For Holy Family Catholic School in Waltham Forest, parish choir members Naomi Bangolu, Angela Davis, Cameroon Joseph and Emily Morera shared the nomination with film maker Lauren Smith. Said the school: “Singing in Our Lady and St George’s Parish Choir every Sunday, at events and liturgies at Christmas, Holy Week and Easter, these recipients use their gifts and talents to serve God in the community.   They are an inspiration to all and particularly to other young people, encouraging them to become more involved in parish life.”

Lauren, meanwhile, has designed the programme for E17 Films’ International Film Festival and has filmed a short documentary on the local film industry, interviewing directors, actors and local councillors in the process. “She films events for the school and has recently directed and produced a short movie which will be premiered at this year’s Festival,” said the school.

Meanwhile, at the nearby Our Lady and St George Primary, Josiah was nominated for his care for his disabled sister and support for his mother.

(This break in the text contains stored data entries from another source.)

def adjust_network(n_nodes, from_index, to_index, observed, variance, reference):
    """
    Weighted least-squares node potentials of a connected difference network.

    Parameters
    ----------
    n_nodes : int
        Number of nodes; every node must be reached by at least one observation
        and the network must be connected (the caller checks).
    from_index, to_index : (m,) int arrays
        End nodes of each observation (``from != to``).
    observed : (m,) array
        ``x[to] - x[from]`` as observed, mV.
    variance : (m,) array
        Variance of each observation, mV², all > 0.
    reference : int
        Node held at 0 mV.

    Returns
    -------
    dict
        ``potential`` (n,) mV; ``sigma`` (n,) a-priori 1-sigma of each
        potential, mV; ``residual`` (m,) observed minus adjusted difference,
        mV; ``std_residual`` (m,) residual over its own standard deviation
        (NaN for legs without redundancy); ``redundancy`` (m,) redundancy
        numbers in [0, 1]; ``chi2`` (sum of squared weighted residuals);
        ``dof`` (m - n + 1, the number of independent loops); ``edge_chain``
        (m,) chain index of each observation; ``chains`` dict of chain arrays
        (``a``, ``b``, ``sum_mv``, ``var``, ``n``, ``misclosure_mv``,
        ``misclosure_var``); ``loops`` list of dicts (one per independent
        loop); ``covariance`` "exact" or "random-projection".
    """
    f = np.asarray(from_index, dtype=np.int64)
    t = np.asarray(to_index, dtype=np.int64)
    obs = np.asarray(observed, dtype=float)
    var = np.asarray(variance, dtype=float)
    n, m = int(n_nodes), len(f)
    degree = np.bincount(f, minlength=n) + np.bincount(t, minlength=n)
    junction = degree != 2
    junction[reference] = True
    chain = _series_chains(n, f, t, obs, var, junction)
    ca, cb, cs, cc = chain["a"], chain["b"], chain["sum_mv"], chain["var"]

    # Junction system, reference eliminated.
    junctions = np.flatnonzero(junction)
    free = junctions[junctions != reference]
    col = np.full(n, -1)
    col[free] = np.arange(len(free))
    xj = np.zeros(n)
    q_diag = np.zeros(n)  # junction variances (0 at the reference)
    q_ab = np.zeros(len(ca))  # covariance of the two chain ends
    method = "exact"
    proper = ca != cb
    if len(free):
        rows = np.flatnonzero(proper)
        k = len(rows)
        a_col, b_col = col[ca[rows]], col[cb[rows]]
        r_idx = np.concatenate([np.arange(k), np.arange(k)])
        c_idx = np.concatenate([a_col, b_col])
        vals = np.concatenate([-np.ones(k), np.ones(k)])
        keep = c_idx >= 0
        design = sp.csr_matrix((vals[keep], (r_idx[keep], c_idx[keep])), shape=(k, len(free)))
        w = 1.0 / cc[rows]
        normal = (design.T @ sp.diags(w) @ design).tocsc()
        lu = splu(normal)
        xj[free] = lu.solve(design.T @ (w * cs[rows]))
        if len(free) <= DENSE_MAX_JUNCTIONS:
            q = _dense_spd_inverse(normal.toarray())  # upper triangle valid
            q_diag[free] = np.diag(q)
            sel = (col[ca] >= 0) & (col[cb] >= 0)
            i, j = col[ca][sel], col[cb][sel]
            q_ab[sel] = q[np.minimum(i, j), np.maximum(i, j)]
        elif len(free) <= EXACT_MAX_JUNCTIONS:
            _selected_inverse(lu, len(free), free, col, ca, cb, q_diag, q_ab)
        else:
            method = "random-projection"
            rng = np.random.default_rng(0)
            probes = rng.choice([-1.0, 1.0], size=(N_PROBES, k)) / np.sqrt(N_PROBES)
            y = (sp.diags(np.sqrt(w)) @ design).T @ probes.T  # (J, p)
            z = lu.solve(np.ascontiguousarray(y))
            q_diag[free] = np.einsum("ij,ij->i", z, z)
            za = np.where((col[ca] >= 0)[:, None], z[np.maximum(col[ca], 0)], 0.0)
            zb = np.where((col[cb] >= 0)[:, None], z[np.maximum(col[cb], 0)], 0.0)
            q_ab = np.einsum("ij,ij->i", za, zb)

    # Chain misclosures (observed minus adjusted) and their variances.
    misclosure = cs - (xj[cb] - xj[ca])
    var_adj = q_diag[ca] + q_diag[cb] - 2 * q_ab
    var_adj[~proper] = 0.0
    mis_var = np.clip(cc - var_adj, 0.0, None)

    # Interior nodes: spread each chain's misclosure by cumulative variance.
    potential = xj.copy()
    sigma2 = q_diag.copy()
    inner = chain["node_chain"] >= 0
    kc = chain["node_chain"][inner]
    lam = chain["node_var"][inner] / cc[kc]
    a, b = ca[kc], cb[kc]
    potential[inner] = xj[a] + chain["node_sum"][inner] - lam * misclosure[kc]
    sigma2[inner] = ((1 - lam) ** 2 * q_diag[a] + lam**2 * q_diag[b]
                     + 2 * lam * (1 - lam) * q_ab[kc]
                     + chain["node_var"][inner] * (1 - lam))

    # Observation residuals (observed minus adjusted, own orientation).
    ec, es = chain["edge_chain"], chain["edge_sign"]
    residual = es * var / cc[ec] * misclosure[ec]
    redundancy = np.clip(var * mis_var[ec] / cc[ec] ** 2, 0.0, 1.0)
    has_red = mis_var > 1e-9 * cc
    std_residual = np.full(m, np.nan)
    ok = has_red[ec]
    std_residual[ok] = es[ok] * misclosure[ec][ok] / np.sqrt(mis_var[ec][ok])
    chi2 = float(np.sum(misclosure[has_red] ** 2 / cc[has_red]))
    dof = int(m - n + 1)
    chain.update(misclosure_mv=misclosure, misclosure_var=mis_var)
    return {
        "potential": potential,
        "sigma": np.sqrt(np.clip(sigma2, 0.0, None)),
        "residual": residual,
        "std_residual": std_residual,
        "redundancy": redundancy,
        "chi2": chi2,
        "dof": dof,
        "edge_chain": ec,
        "chains": chain,
        "loops": _fundamental_loops(chain, reference),
        "covariance": method,
        "covariance_model": NetworkCovariance(
            normal if len(free) else None, col, chain["node_chain"], chain["node_var"], ca, cb, cc),
    }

Some pupils at secondary schools in the London boroughs which are part of the Diocese have been involved in social action through citizens group TELCO (The East London Citizens Organisation).  17-year-old Jamie Halliwell is chair of TELCO at St Bonaventure’s in Newham and is a very active advocate on issues affecting his borough. He regularly meets with local MPs and the Borough Commander to address the issues young people are experiencing in the area. Jamie does his best to raise awareness of the plight of the disadvantaged. He received a citizenship award for his school along with Dillon Linford and Amal Shabu, both of whom are very involved with fundraising for charities. Amal also leads the school CAFOD team .

Francesca Ward at St Antony’s Primary, Forest Gate was nominated for her involvement in a housing campaign with TELCO. Concerned that the school would lose good teachers due to the cost of housing in the area, she raised awareness and encouraged the local authority to build affordable housing for teachers. As part of her campaign, she wrote to the local council and bravely presented to over 1,000 people at the TELCO 20th Celebration. She received the citizenship award in tandem with Darcie Bushnell who, like other nominees, had her hair cut in support of The Little Princess Trust.

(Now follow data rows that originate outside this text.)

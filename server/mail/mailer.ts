import nodemailer, { type Transporter } from "nodemailer";

export type OutgoingMail = { to: string; subject: string; text: string; html?: string };

export type Mailer = {
  send(mail: OutgoingMail): Promise<void>;
  close(): void;
};

export type SmtpTarget = { url: string } | { host: string; port: number };

export function createMailer(target: SmtpTarget, from: string): Mailer {
  const transport: Transporter =
    "url" in target
      ? nodemailer.createTransport(target.url)
      : // The local SMTP server speaks plain SMTP on loopback only.
        nodemailer.createTransport({ host: target.host, port: target.port, secure: false, ignoreTLS: true });
  return {
    async send(mail) {
      const result = await transport.sendMail({ from, ...mail });
      const failed = [...(result.rejected ?? [])].filter(Boolean);
      if (failed.length) throw new Error(`Mail to ${failed.join(", ")} was refused`);
    },
    close() {
      transport.close();
    },
  };
}
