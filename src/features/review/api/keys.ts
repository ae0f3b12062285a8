import type { LogFilters } from "../log-filters";

export const reviewKeys = {
  all: ["review"] as const,
  queue: () => [...reviewKeys.all, "queue"] as const,
  /** Under queue(): whatever refreshes the queue refreshes the badge too. */
  queueCount: () => [...reviewKeys.queue(), "count"] as const,
  logs: () => [...reviewKeys.all, "log"] as const,
  /** The log page's infinite list ("load older"). */
  logPages: (filters: LogFilters) => [...reviewKeys.logs(), "pages", filters] as const,
  /** The latest few entries, e.g. on a member's moderation panel. */
  logLatest: (filters: LogFilters, limit: number) => [...reviewKeys.logs(), "latest", filters, limit] as const,
};
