import { useMutation, useQueryClient } from "@tanstack/react-query";
import type { z } from "zod";
import type { standingInput } from "../../../../shared/schemas/moderation";
import { api } from "../../../lib/api-client";
import { reviewKeys } from "./keys";

export type StandingChange = z.output<typeof standingInput>;

/** PUT /api/members/:id/standing: trusted members' strips skip the review queue. */
export function setStanding(memberId: string, input: StandingChange): Promise<{ id: string; standing: StandingChange["standing"] }> {
  return api.put(`/api/members/${encodeURIComponent(memberId)}/standing`, input);
}

export function useSetStanding(memberId: string) {
  const queryClient = useQueryClient();
  return useMutation({
    mutationFn: (input: StandingChange) => setStanding(memberId, input),
    meta: { errorsShownInline: true },
    onSuccess: () => queryClient.invalidateQueries({ queryKey: reviewKeys.all }),
  });
}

At Trinity High School in Woodford Green, meanwhile, David Emeka was also nominated for his work with TELCO, along with joint head boy Jerome Adrien, and Tyler Emmanuel and Jessica Lyons who have raised considerable sums of money for CAFOD and homeless charity St. Mungo’s.

All the nominees received their awards from Bishop Alan Williams during the ceremony. He quoted Pope Francis: “Jesus wants to be your friend, and wants you to spread the joy of this friendship everywhere.” The  young citizens had shown that friendship by their good work at home, in schools and in parishes, he said.

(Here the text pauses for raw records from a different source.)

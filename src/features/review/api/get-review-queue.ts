import { queryOptions, useQuery } from "@tanstack/react-query";
import type { ReviewQueueItem } from "../../../../shared/schemas/moderation";
import { api } from "../../../lib/api-client";
import { reviewKeys } from "./keys";

export type ReviewQueue = { items: ReviewQueueItem[] };

export function getReviewQueue(signal?: AbortSignal): Promise<ReviewQueue> {
  return api.get<ReviewQueue>("/api/review-queue", { signal });
}

export const reviewQueueQueryOptions = () =>
  queryOptions({
    queryKey: reviewKeys.queue(),
    queryFn: ({ signal }) => getReviewQueue(signal),
    // Several moderators work the same queue: keep it fresh.
    staleTime: 15_000,
    refetchOnWindowFocus: true,
    refetchInterval: 60_000,
  });

export function useReviewQueue() {
  return useQuery(reviewQueueQueryOptions());
}

/**
 * How many strips wait for a decision, for the header's badge (GET /api/review-queue/count, so
 * the badge never loads the queue itself). Pass `enabled` only for moderators and admins
 * (anyone else gets 403). Undefined while unknown.
 */
export function useReviewQueueCount(enabled: boolean): number | undefined {
  const { data } = useQuery({
    queryKey: reviewKeys.queueCount(),
    queryFn: ({ signal }) => api.get<{ count: number }>("/api/review-queue/count", { signal }),
    enabled,
    staleTime: 15_000,
    refetchOnWindowFocus: true,
    refetchInterval: 120_000,
    select: (answer) => answer.count,
    meta: { errorsShownInline: true },
  });
  return enabled ? data : undefined;
}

Director of Education for the diocese Robert Simpson summed up the event. “What a fantastic celebration of all that is good. It was a privilege to be able to attend and applaud the very positive actions of children and young people from across our Catholic schools. It is amazing to see the depths of love and care that they show to others.”

The Brentwood Catholic Schools’ Citizenship Awards were inspired by Professor Lord David Alton in 2002 as a way to respond to government requirements re the inclusion of citizenship in the curriculum. Then just 11 schools took part. Lord Alton was a pupil at St Helen’s, Brentwood and the Campion School, Hornchurch. An MP for many years, he is now a cross-bench peer in the House of Lords. Lord Alton was Professor of Citizenship, Liverpool John Moores University from 1997 to 2016.